What did you see of the international occupation force? Did you have any direct interaction with any of the foreign forces present (ISAF, NATO, the US-coalition)-and were you able to speak particularly with any Canadian soldiers or commanders?

MS: Our most direct personal experience is when we almost got killed at one point.

We were in a taxicab in downtown Kabul and our cabdriver wasn’t looking as he pulled out into an intersection and almost ran into an ISAF (International Security Assistance Force) convoy. As he said, fortunately they were Turks. If they had been Canadians or Americans, they would have shot us if we had gotten as close to a convoy as we did. My door was literally a few inches from this military vehicle that almost hit us, so that was our closest experience with ISAF.
More on link


----------



## geo (18 Sep 2007)

> We would have actually liked to meet some of the Canadians there. I tried to arrange something – to try and meet with some of the Canadian soldiers, but it was a difficult situation. Also it is hard to cross the line from talking to Afghan people and than going over to talking to soldiers too, so it wouldn’t have been a good situation either. So we really didn’t have any direct contact with Canadian troops or any other western forces. In a number of informal situations, we were able to talk with military contractors who were quite informative, but talking off record



Hmmm... they spent 4 or 5 hours in Kandahar.  And it was impossible for them to arrange to meet our troops?

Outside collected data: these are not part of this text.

"""FIGURES: the list of what a report draws, in the order of the page.                      ← a new figure's line"""

from gnssmon.report.figures import scatter, signal_level, sky, timeline
from gnssmon.report.figures.drawing import Drawing

FIGURES: tuple[Drawing, ...] = (
    scatter.SCATTER,
    sky.TRACKS,
    signal_level.BY_ELEVATION,
    sky.COVERAGE,
    timeline.POSITION,
    signal_level.OVER_TIME,
    timeline.FIX,
)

Yup.... possibly if they stayed in KAF a while longer and made an effort it would have been possible.

Useless!


----------



## retiredgrunt45 (19 Sep 2007)

It's self righteous a**holes like this who feed the activistist's bulls*** like this that causes the most harm.


----------



## armyvern (19 Sep 2007)

GAP said:
			
		

> What did you see of the international *occupation force*?



There you have it folks. There's unbiased for you. Talk about letting your coloured stripes show with the _leading_ questions that you ask as an interviewer.

International occupation force?? These folks are right the fuck out of 'er. End of story. 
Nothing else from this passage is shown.